Better yet, her 93-year-old mother is able to remain at home. “She just loves spending time with them,” McCarty said.
Her advice to other families in the same situation: Everyone should pitch in with household chores, and everyone should contribute what they can afford financially. “We are all paying our own way and no one feels like a burden or a freeloader or a leech,” McCarty said. “We all work hard together.”
Sometimes, she said, Christopher “feels like he gets negative vibes about our situation. But this is our family, this is our way of life. We are a close family.”
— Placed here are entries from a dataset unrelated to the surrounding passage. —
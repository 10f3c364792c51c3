import { type PlantRow } from '#db/queries/plants';
import { bandAt, bandLabel } from '#lib/acoustics/bands';
import { type LineMatch, type PlantMatch } from '#lib/acoustics/plantMatches';
import { type StandingOutRange } from '#lib/acoustics/standingOut';
import { formatClockTime } from '#lib/contracts/common';
import { formatCoverage } from '#lib/format/levels';
import { lineFormula, lineName, scheduleWords } from '#lib/format/plants';

/** A line that reaches outside the band by more than this part of itself is said to. */
const LEAST_FIT = 0.95;

/**
 * Why a plant is named, without its full stop: "blade-pass of Silo fan, 25 Hz × 4 blades = 100 Hz, inside the 100 Hz third;
 * scheduled Mon–Fri 21:00–06:00".
 */
export function candidateReason(
  plant: PlantRow,
  { matches }: PlantMatch,
  ranges: readonly StandingOutRange[],
  share: number,
): string {
  const lines = matches.map((match, at) => {
    const whose = at === 0 ? ` of ${plant.name}` : '';
    return `${lineName(match.line)}${whose}, ${lineFormula(plant, match.line)}, ${placeOf(match, ranges)}`;
  });
  return `${lines.join('; ')}; ${scheduleOf(plant, share)}`;
}

function placeOf({ rangeAt, fit }: LineMatch, ranges: readonly StandingOutRange[]): string {
  const range = ranges[rangeAt];
  if (!range) throw new RangeError(`There is no range ${rangeAt}.`);
  const label = (index: number) => bandLabel(bandAt(3, index));
  const inside = fit >= LEAST_FIT ? 'inside' : `${formatCoverage(fit)} of it inside`;
  if (range.lowerIndex === range.upperIndex) return `${inside} the ${label(range.lowerIndex)} third`;
  return `${inside} the ${label(range.lowerIndex)} and ${label(range.upperIndex)} thirds`;
}

function scheduleOf({ weekdays, fromMin, toMin }: PlantRow, share: number): string {
  const clock = {
    from: fromMin === null ? null : formatClockTime(fromMin),
    to: toMin === null ? null : formatClockTime(toMin),
  };
  const words = `scheduled ${scheduleWords(weekdays, clock)}`;
  if (share === 0) return `${words}: not in this period`;
  return share === 1 ? words : `${words}: ${formatCoverage(share)} of this period`;
}
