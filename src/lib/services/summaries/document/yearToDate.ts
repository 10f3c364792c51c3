import { eachDayPeriod, type DayPeriod } from '#db/queries/dayPeriods';
import { ldenDb, type PeriodKind } from '#lib/acoustics/dayEveningNight';
import { PeriodAccumulator } from '#lib/acoustics/periodStatistics';
import { formatInstantUtc } from '#lib/contracts/common';
import { type YearToDate } from '#lib/contracts/monthFigures';
import { datesBetween, type LocalDate } from '#lib/time/zone';
import { currentSums } from '../../levels/currentSums';
import { datePeriods, dateSettings, settingsOfDate } from '../../levels/datePeriods';
import { dirtySpans } from '../../levels/dirtySpans';
import { coverageOf } from '../../levels/figures';
import { QuarterSeries } from '../../levels/quarterSeries';
import { mergedSpans, overlapsAny, type Span } from '../../levels/spans';
import { levelOrNull } from '../../levels/statistics';
import { type MonthEvidence } from './evidence';

interface KindSpan extends Span {
  kind: PeriodKind;
}

/** Figures from the first of January to the end of the month: all energies pooled, never months averaged. */
export async function yearToDate(evidence: MonthEvidence): Promise<YearToDate> {
  const { source, span, timeline, nowSec, minimumCoverage, conn } = evidence;
  const firstDate = `${span.month.slice(0, 4)}-01-01`;
  const civil = { fromSec: dateSettings(firstDate, timeline).midnightSec, toSec: span.toSec };
  const clock = await currentSums(source, civil, { bandClasses: false }, conn);
  const pooled = await pooledPeriods(evidence, firstDate);
  const levelOf = (kind: PeriodKind) => pooled.get(kind)?.laeqDb() ?? null;
  const levelsDb = { day: levelOf('day'), evening: levelOf('evening'), night: levelOf('night') };
  const { seconds, coverage, meetsMinimum } = coverageOf(clock.sums, civil, minimumCoverage, nowSec);
  return {
    from: formatInstantUtc(civil.fromSec),
    to: formatInstantUtc(civil.toSec),
    Lday: levelsDb.day,
    Levening: levelsDb.evening,
    Lnight: levelsDb.night,
    Lden: isOneScheme(evidence, firstDate)
      ? ldenDb(settingsOfDate(firstDate, timeline).scheme, levelsDb)
      : null,
    LAeq: clock.laeqDb(),
    LA10: clock.exceedanceLevelDb(10),
    LA50: clock.exceedanceLevelDb(50),
    LA90: clock.exceedanceLevelDb(90),
    LAFmax: levelOrNull(clock.sums.lafmaxCentiDb),
    sampleSeconds: clock.sums.sampleSec,
    seconds,
    coverage,
    meetsMinimum,
  };
}

async function pooledPeriods(
  { source, station, span, timeline, conn }: MonthEvidence,
  firstDate: LocalDate,
): Promise<Map<PeriodKind, PeriodAccumulator>> {
  const wanted = datesBetween(firstDate, span.endDate).flatMap((date) => datePeriods(date, timeline));
  const whole: Span = { fromSec: wanted[0]?.fromSec ?? 0, toSec: wanted.at(-1)?.toSec ?? 0 };
  // Marks are read before rows: what is recomputed in between is then counted anew, never missed.
  const dirty = await dirtySpans(station.id, whole, conn);
  const rows = new Map<string, DayPeriod>();
  for await (const part of eachDayPeriod(station.id, whole, { bandClasses: false }, conn)) {
    for (const row of part) rows.set(`${row.kind} ${row.fromSec} ${row.toSec}`, row);
  }
  const isStored = ({ kind, fromSec, toSec }: KindSpan) =>
    rows.has(`${kind} ${fromSec} ${toSec}`) && !overlapsAny(dirty, fromSec, toSec);
  const stored = wanted.filter(isStored);
  const pooled = new Map<PeriodKind, PeriodAccumulator>();
  const into = (kind: PeriodKind) => {
    const levels = pooled.get(kind) ?? new PeriodAccumulator();
    pooled.set(kind, levels);
    return levels;
  };
  for (const { kind, fromSec, toSec } of stored) {
    const row = rows.get(`${kind} ${fromSec} ${toSec}`);
    if (row) into(kind).merge(row);
  }
  // What has no row is mostly time without data, months of it: read as one stretch.
  const missing = wanted.filter((period) => !isStored(period));
  for (const span of mergedSpans(missing.map(({ fromSec, toSec }) => ({ fromSec, toSec })))) {
    const series = await QuarterSeries.read(source, span, conn);
    for (const { kind, fromSec, toSec } of missing) {
      if (span.fromSec <= fromSec && toSec <= span.toSec) {
        into(kind).merge(await series.levels({ fromSec, toSec }));
      }
    }
  }
  return pooled;
}

function isOneScheme({ span, timeline }: MonthEvidence, firstDate: LocalDate): boolean {
  const schemes = datesBetween(firstDate, span.endDate).map((date) => {
    const { scheme } = settingsOfDate(date, timeline);
    return `${scheme.dayStartMin} ${scheme.eveningStartMin} ${scheme.nightStartMin}`;
  });
  return new Set(schemes).size === 1;
}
Many find the trend reminiscent of families in the not-so-distant past, when it was considered normal for several generations to live under one roof. Karen Roberts of Oakwood said that during the Depression and early years of World War II, her two aunts lived at her grandfather’s home in Milwaukee.
“All were employed, my grandfather as a foundry worker and my aunts as teachers,” Roberts said. “One of my aunts married, adding an additional person to the household and she and her husband later had a child, adding one more. Thus, there were three generations living under one roof, and only one bathroom which was on the second floor. As time moved on, the married couples moved on and one aunt remained and took care of my grandfather until almost the end of his life. As I look back on things, they saved money by pooling living expenses rather than setting up separate households. This is what families did then.”
The family of the past could be the family of the future, even after the economy improves, Fry predicted.
“There seems to be less stigma to living at home with your parents,” he said.